=== The task ===
Scan the data beneath this task and copy each line that includes "hasUnsentEdits".

=== Dataset entries ===
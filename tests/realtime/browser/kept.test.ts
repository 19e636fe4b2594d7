import { createServer, type Server } from "node:http";
import type { AddressInfo } from "node:net";
import path from "node:path";
import { build } from "esbuild";
import type { Browser, BrowserContext, Page } from "playwright-core";
import { afterAll, beforeAll, expect, test } from "vitest";
import type { Save } from "@/realtime/client";
import { notifyAccess } from "@/db/queries/accessEvents";
import { usualTimes } from "@/realtime/config";
import { startRealtime, type RunningRealtime } from "@/realtime/realtime";
import { join, somebody } from "../../db/world";
import { launchBrowser } from "../../support/browser";
import { stand, type Stand } from "../support/live";
import { Relay } from "../support/processes";
import { RawSocket } from "../support/rawSocket";

/** What the client keeps in a real browser: IndexedDB and localStorage (rules S4, A6). */
interface InPage {
  open(ask: { pageId: string; userId: string; mayEdit: boolean; epoch?: number }): Promise<void>;
  type(text: string): void;
  text(): string;
  save(): Save;
  state(): { isReady: boolean; ended: string | null; drafts: { edits: number; why: string; text: string }[] };
  discard(): Promise<void>;
  close(): void;
  hasUnsent(): boolean;
  purge(): Promise<void>;
  databases(): Promise<string[]>;
}
declare global {
  interface Window {
    live: InPage;
  }
}

const script = (port: number) => `
import { connectPage, hasUnsentEdits, purgeUnsentEdits } from "@/realtime/client";
let page, isReady = false, ended = null, drafts = [];
const textOf = (doc) => [...doc.getMap("blocks").values()].find((b) => b.get("id") === "remark").get("text");
window.live = {
  open: ({ pageId, userId, mayEdit, epoch = 1 }) => new Promise((resolve) => {
    isReady = false; ended = null; drafts = [];
    page = connectPage({ url: "ws://127.0.0.1:${port.toString()}", pageId, epoch, user: { id: userId, name: "Me" }, mayEdit }, {
      onSave: () => undefined,
      onReady: () => { isReady = true; resolve(); },
      onEnded: (sentence) => { ended = sentence; resolve(); },
      onDrafts: (found) => { drafts = found; },
    });
  }),
  type: (text) => { const t = textOf(page.doc); t.insert(t.length, text); },
  text: () => textOf(page.doc).toString(),
  save: () => page.save,
  state: () => ({ isReady, ended, drafts: drafts.map((d) => ({ edits: d.edits, why: d.why, text: d.document.blocks.find((b) => b.id === "remark").text })) }),
  discard: async () => { for (const d of drafts) await d.discard(); },
  close: () => page.close(),
  hasUnsent: () => hasUnsentEdits(),
  purge: () => purgeUnsentEdits(),
  databases: async () => (await indexedDB.databases()).map((d) => d.name).filter((name) => name.includes("/page/")),
};`;

let s: Stand;
let server: RunningRealtime;
let relay: Relay;
let web: Server;
let origin: string;
let browser: Browser;

beforeAll(async () => {
  s = await stand();
  relay = await new Relay().open();
  const bundle = await build({
    stdin: { contents: script(relay.port), resolveDir: path.resolve(import.meta.dirname, "../../.."), loader: "ts" },
    bundle: true,
    write: false,
    format: "iife",
    platform: "browser",
    tsconfig: path.resolve(import.meta.dirname, "../../../tsconfig.json"),
    logLevel: "error",
  });
  const js = bundle.outputFiles[0]?.text ?? "";
  web = createServer((request, response) => {
    if (request.url === "/live.js") response.writeHead(200, { "content-type": "text/javascript" }).end(js);
    else response.writeHead(200, { "content-type": "text/html" }).end('<!doctype html><link rel="icon" href="data:,"><script src="/live.js"></script>');
  });
  await new Promise<void>((resolve) => web.listen(0, "127.0.0.1", resolve));
  origin = `http://127.0.0.1:${(web.address() as AddressInfo).port.toString()}`;
  server = await startRealtime({
    databaseUrl: s.database.url,
    host: "127.0.0.1",
    port: 0,
    origins: [origin],
    secure: false,
    times: { ...usualTimes, banMs: 200 },
  });
  relay.lead(server.port);
  browser = await launchBrowser();
});
afterAll(async () => {
  await browser.close();
  await server.close();
  await relay.close();
  await new Promise((resolve) => web.close(resolve));
  await s.drop();
});

/** A browser in which somebody of the group is signed in, who belongs to one test. */
async function person(): Promise<{ id: string; context: BrowserContext; tab: () => Promise<Page> }> {
  const id = await somebody(s.database.db);
  await join(s.database.db, s.groupId, id, "analyst");
  const context = await browser.newContext();
  const [name = "", value = ""] = (await s.cookieOf(id)).split("=");
  await context.addCookies([{ name, value, url: origin, httpOnly: true }]);
  const tab = async () => {
    const page = await context.newPage();
    await page.goto(origin);
    return page;
  };
  return { id, context, tab };
}

const saved = (tab: Page) => tab.waitForFunction(() => window.live.save().kind === "saved");
const offline = async (tab: Page) => {
  relay.lead(null);
  relay.cut();
  await tab.waitForFunction(() => window.live.save().kind === "offline");
};
const online = () => relay.lead(server.port);
const stored = async (pageId: string): Promise<string> => {
  const one = new RawSocket({ port: server.port, pageId, cookie: await s.cookieOf(s.reader), origin });
  await one.opened();
  await one.sync();
  const text = one.textOf("remark");
  await one.close();
  return text;
};

test("S4 edits made offline are still in the browser after the tab was closed, are counted, and arrive at the next visit", async () => {
  const { id, context, tab } = await person();
  const pageId = await s.newPage();
  const one = await tab();
  await one.evaluate((ask) => window.live.open(ask), { pageId, userId: id, mayEdit: true });
  await saved(one);
  expect(await one.evaluate(() => window.live.hasUnsent())).toBe(false);
  await offline(one);
  await one.evaluate(() => [" One.", " Two."].forEach((text) => window.live.type(text)));
  expect(await one.evaluate(() => window.live.save().text)).toBe("Offline, 2 edits waiting");
  await one.waitForTimeout(150);
  await one.close();
  // Still offline: the page opens from this browser's own store.
  const two = await tab();
  expect(await two.evaluate(() => window.live.hasUnsent())).toBe(true);
  await two.evaluate((ask) => window.live.open(ask), { pageId, userId: id, mayEdit: true });
  expect(await two.evaluate(() => window.live.text())).toBe("A note. One. Two.");
  expect(await two.evaluate(() => window.live.save().waiting)).toBe(2);
  online();
  await saved(two);
  expect(await stored(pageId)).toBe("A note. One. Two.");
  expect(await two.evaluate(() => window.live.hasUnsent())).toBe(false);
  await context.close();
});

test("S4 signing out can warn of unsent edits, and purges what this browser keeps", async () => {
  const { id, context, tab } = await person();
  const pageId = await s.newPage();
  const one = await tab();
  await one.evaluate((ask) => window.live.open(ask), { pageId, userId: id, mayEdit: true });
  await saved(one);
  await offline(one);
  await one.evaluate(() => window.live.type(" Lost knowingly."));
  expect(await one.evaluate(() => window.live.hasUnsent())).toBe(true);
  expect(await one.evaluate(() => window.live.databases())).toHaveLength(1);
  await one.evaluate(() => window.live.purge());
  expect(await one.evaluate(() => window.live.hasUnsent())).toBe(false);
  await one.close();
  const two = await tab();
  expect(await two.evaluate(() => window.live.databases())).toStrictEqual([]);
  online();
  await two.evaluate((ask) => window.live.open(ask), { pageId, userId: id, mayEdit: true });
  await saved(two);
  expect(await two.evaluate(() => window.live.text())).toBe("A note.");
  await context.close();
});

test("A6 who lost the right to edit while offline gets the server's page and a draft, which never merges, not even with the right back", async () => {
  const { id, context, tab } = await person();
  const pageId = await s.newPage();
  const role = async (to: string) => {
    await s.query("update memberships set role = $2::role where user_id = $1", [id, to]);
    await notifyAccess(s.database.db, { groupId: s.groupId, userId: id });
  };
  const one = await tab();
  await one.evaluate((ask) => window.live.open(ask), { pageId, userId: id, mayEdit: true });
  await saved(one);
  await offline(one);
  await one.evaluate(() => window.live.type(" Mine."));
  await role("reader");
  online();
  await one.waitForFunction(() => window.live.state().ended !== null);
  expect(await one.evaluate(() => window.live.save())).toMatchObject({ kind: "refused", waiting: 1 });
  await one.close();

  const two = await tab();
  await two.evaluate((ask) => window.live.open(ask), { pageId, userId: id, mayEdit: false });
  expect(await two.evaluate(() => window.live.text())).toBe("A note.");
  await two.waitForFunction(() => window.live.state().drafts.length > 0);
  expect(await two.evaluate(() => window.live.state().drafts)).toMatchObject([{ edits: 1, text: "A note. Mine." }]);
  await two.close();

  await role("analyst");
  const three = await tab();
  await three.evaluate((ask) => window.live.open(ask), { pageId, userId: id, mayEdit: true });
  await saved(three);
  await three.evaluate(() => window.live.type(" New."));
  await saved(three);
  expect(await stored(pageId)).toBe("A note. New.");
  await three.waitForFunction(() => window.live.state().drafts.length > 0);
  await three.evaluate(() => window.live.discard());
  expect(await three.evaluate(() => window.live.databases())).toHaveLength(1);
  await three.close();
  await context.close();
});

test("S4 who may only read keeps nothing in the browser", async () => {
  const { id, context, tab } = await person();
  await s.query("update memberships set role = 'reader' where user_id = $1", [id]);
  const one = await tab();
  await one.evaluate((ask) => window.live.open(ask), { pageId: s.pageId, userId: id, mayEdit: false });
  expect(await one.evaluate(() => window.live.text())).toBe("A note.");
  expect(await one.evaluate(() => window.live.databases())).toStrictEqual([]);
  await context.close();
});

test("A5 two tabs of one person meet through the server alone, and both are saved", async () => {
  const { id, context, tab } = await person();
  const pageId = await s.newPage();
  const [one, two] = [await tab(), await tab()];
  for (const t of [one, two]) {
    await t.evaluate((ask) => window.live.open(ask), { pageId, userId: id, mayEdit: true });
    await saved(t);
  }
  await offline(one);
  await one.evaluate(() => window.live.type(" Not yet."));
  await two.waitForTimeout(200);
  expect(await two.evaluate(() => window.live.text())).toBe("A note.");
  online();
  await saved(one);
  await two.waitForFunction(() => window.live.text() === "A note. Not yet.");
  await context.close();
});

=== Exercise result ===
import { connectPage, hasUnsentEdits, purgeUnsentEdits } from "@/realtime/client";
  hasUnsent: () => hasUnsentEdits(),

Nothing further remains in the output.